**Exercise description:** Using the listing below, return every line that includes "SetBy".

**Given data:**

* * *

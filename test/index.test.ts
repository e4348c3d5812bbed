import { readFileSync } from 'node:fs';
import { describe, expect, it } from 'vitest';
import * as railproof from '../src/index.js';
import { keptOf } from './cli/kept-drawer.js';

const {
  buildAsJson,
  buildAsText,
  buildParallel,
  outcomeOf,
  plainStyle,
  profilesOf,
  readRecords,
  requireAll,
} = railproof;

describe('the library', () => {
  it('builds on records as its docstring shows', () => {
    const records = readRecords([...keptOf('K1', 'real-limit'), ...keptOf('K2', 'real-limit')]);
    const modules = requireAll(profilesOf(records, new Date('2026-12-03')));
    const ballast = { kind: 'for-imbalance', most: 0.1 } as const;
    const group = buildParallel(modules, { ballast, tolerance: 0.01, load: 6 });
    expect(outcomeOf(group)).toBe('may-be-built');
    expect(group.recommended.current).toBeGreaterThan(6);
    expect(group.parts.length).toBeGreaterThan(0);
    expect(buildAsText(group, plainStyle)).toContain('May be built: K1 and K2 side by side');
    expect(buildAsJson(group)).toMatchObject({ format: 'railproof/combination 1' });
  });

  it('has every name that its docstring uses', () => {
    const docstring = /\/\*\*[\s\S]*?\*\//.exec(readFileSync('src/index.ts', 'utf8'))?.[0] ?? '';
    const called = [...docstring.matchAll(/(?<![.\w])(?:new |await )?([a-zA-Z]+)\(/g)].map(
      ([, name]) => name,
    );
    const known = new Set(Object.keys(railproof));
    const ours = called.filter((name) => name !== undefined && !['AbortController', 'Date'].includes(name));
    expect(ours.length).toBeGreaterThan(8);
    expect(
      ours.filter(
        (name) => !known.has(name ?? '') && !['stepBegan', 'progress', 'noticed'].includes(name ?? ''),
      ),
    ).toEqual([]);
  });
});
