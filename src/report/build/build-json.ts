import type { AnyBuild } from './any-build.js';
import { combinationAsJson } from './combination-json.js';
import { selectionAsJson } from './selection-json.js';
import { stagedSupplyAsJson } from './staged-supply-json.js';

/** What was worked out, as one JSON object. */
export function buildAsJson(build: AnyBuild): object {
  switch (build.kind) {
    case 'parallel':
    case 'series':
      return combinationAsJson(build);
    case 'stages':
      return stagedSupplyAsJson(build);
    case 'selection':
      return selectionAsJson(build);
  }
}
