import type { Guaranteed } from '../../arrangement/staged-build.js';

type SetBy = Guaranteed['setBy'];

/** What sets the current of a staged supply, as a sentence says it. */
export const setBy: Readonly<Record<SetBy, string>> = {
  module: 'the modules',
  ballast: 'the ballast',
  dissipation: 'the heat of the linear stage',
  'drop-out': 'the drop-out of the linear stage',
  'linear-stage': 'the current limit of the linear stage',
};

/** The same where there is little room, and where there is next to none. */
export const setByInShort: Readonly<Record<SetBy, { readonly word: string; readonly sign: string }>> = {
  module: { word: 'modules', sign: 'M' },
  ballast: { word: 'ballast', sign: 'B' },
  dissipation: { word: 'heat', sign: 'H' },
  'drop-out': { word: 'drop-out', sign: 'D' },
  'linear-stage': { word: 'current limit', sign: 'C' },
};
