import type { ModuleProfile, Taken } from '../../arrangement/module-profile.js';
import type { RecordSource } from '../../arrangement/understood-record.js';
import type { Dimension } from '../../quantity/quantity.js';
import { roundedDown } from '../../quantity/rounded-down.js';
import { estimateCells } from './estimate-text.js';

/** A number or a word that was taken over of a module, as it is shown wherever it is. */
export interface TakenRow {
  readonly what: string;
  readonly value: string;
  /** Within which it lies with 95 %; empty where there are none. */
  readonly limits: string;
  /** What the value rests on; empty where the record says all. */
  readonly note: string;
  readonly from: RecordSource;
}

/** All that was taken over of a module, and the records that it was taken from. */
export function takenRows(module: ModuleProfile): readonly TakenRow[] {
  const { recommended, limitStyle, earth } = module;
  return [
    ...number('no load', module.openCircuit, 'voltage'),
    ...number('droop', module.droop, 'resistance'),
    ...number('usable', module.usable, 'current').map((row) => ({ ...row, note: module.usable.note })),
    {
      what: 'recommended',
      value: roundedDown(recommended.current, 'current'),
      limits: '',
      note: recommended.why,
      from: recommended.from,
    },
    ...number('drops out', module.dropout, 'current'),
    ...number('into a short', module.shortCircuit, 'current'),
    ...word('past its limit', limitStyle?.word, limitStyle?.from),
    ...word('to earth', earth?.relation, earth?.from),
  ];
}

function number(what: string, taken: Taken | undefined, dimension: Dimension): readonly TakenRow[] {
  if (taken === undefined) return [];
  const [low, high] = taken.interval;
  const bound = taken.bound === undefined ? {} : { bound: taken.bound };
  const [value, limits] = estimateCells({ value: taken.value, low, high, ...bound }, dimension);
  return [{ what, value, limits, note: '', from: taken.from }];
}

function word(what: string, said: string | undefined, from: RecordSource | undefined): readonly TakenRow[] {
  return said === undefined || from === undefined ? [] : [{ what, value: said, limits: '', note: '', from }];
}
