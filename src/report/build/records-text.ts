import type { Concern } from '../../arrangement/build.js';
import type { ModuleProfile, Taken } from '../../arrangement/module-profile.js';
import type { RecordSource } from '../../arrangement/understood-record.js';
import { formatInterval } from '../../quantity/format-quantity.js';
import type { Dimension } from '../../quantity/quantity.js';
import { roundedDown } from '../../quantity/rounded-down.js';
import { alignTable } from '../align.js';
import type { Style } from '../style.js';
import { prose, section, sentence } from './prose.js';

/** What must be known of the records before anything is built on them; what nothing can be decided on first. */
export function concernsText(concerns: readonly Concern[], style: Style): string {
  const rank = { hinders: 0, weakens: 1 } as const;
  const lines = [...concerns]
    .sort((one, other) => rank[one.weight] - rank[other.weight])
    .map((concern) => {
      const line = prose(sentence(concernInWords(concern)), '- ');
      return concern.weight === 'hinders' ? style.warn(line) : line;
    });
  return section('About the records', lines, style);
}

function concernInWords({ module, text, run }: Concern): string {
  const said = text.startsWith(module) ? text : `${module}: ${text}`;
  return run === undefined || text.includes(run) ? said : `${said} (${run})`;
}

/** Every number that was taken over, and the record that it was taken from. */
export function sourcesText(modules: readonly ModuleProfile[], style: Style): string {
  return section('Where the numbers come from', modules.flatMap(ofModule), style, 'value ± 95 %');
}

/** A number or a word of a module, as a row shows it. */
interface Row {
  readonly from: RecordSource;
  readonly cells: readonly string[];
}

function ofModule(module: ModuleProfile): string[] {
  const rows = rowsOf(module);
  const widths = alignTable(
    rows.map(({ cells }) => cells),
    ['left', 'left', 'left'],
  );
  const runs = [...new Set(rows.map(({ from }) => from.run))];
  return runs.flatMap((run) => {
    const from = rows.find((row) => row.from.run === run)?.from;
    const lines = widths.filter((_, index) => rows[index]?.from.run === run);
    return [
      `${module.name}, ${run}${from === undefined ? '' : how(from)}`,
      ...lines.map((line) => `  ${line}`),
    ];
  });
}

/** Only what the name of the record does not tell. */
function how({ state, simulated }: RecordSource): string {
  const words = [
    ...(simulated ? ['simulated'] : []),
    ...(state === 'stopped' ? ['STOPPED'] : []),
    ...(state === 'cut-off' ? ['CUT OFF'] : []),
  ];
  return words.length === 0 ? '' : ` (${words.join(', ')})`;
}

function rowsOf(module: ModuleProfile): readonly Row[] {
  const { recommended, limitStyle, earth } = module;
  return [
    ...number('no load', module.openCircuit, 'voltage'),
    ...number('droop', module.droop, 'resistance'),
    ...number('usable', module.usable, 'current'),
    {
      from: recommended.from,
      cells: ['recommended', roundedDown(recommended.current, 'current'), recommended.why],
    },
    ...number('drops out', module.dropout, 'current'),
    ...number('into a short', module.shortCircuit, 'current'),
    ...word('past its limit', limitStyle?.word, limitStyle?.from),
    ...word('output to earth', earth?.relation, earth?.from),
  ];
}

function number(name: string, taken: Taken | undefined, dimension: Dimension): readonly Row[] {
  if (taken === undefined) return [];
  const [low, high] = taken.interval;
  const said = formatInterval(taken.value, low, high, dimension);
  const least = taken.bound === 'least' ? '≥ ' : '';
  const range = said.low === '' || said.high === '' ? '' : `, ${said.low} to ${said.high}`;
  return [{ from: taken.from, cells: [name, `${least}${said.value}${range} ${said.unit}`, taken.note] }];
}

function word(name: string, said: string | undefined, from: RecordSource | undefined): readonly Row[] {
  return said === undefined || from === undefined ? [] : [{ from, cells: [name, said, ''] }];
}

* * *

**Exercise output:**
type SetBy = Guaranteed['setBy'];
export const setBy: Readonly<Record<SetBy, string>> = {
export const setByInShort: Readonly<Record<SetBy, { readonly word: string; readonly sign: string }>> = {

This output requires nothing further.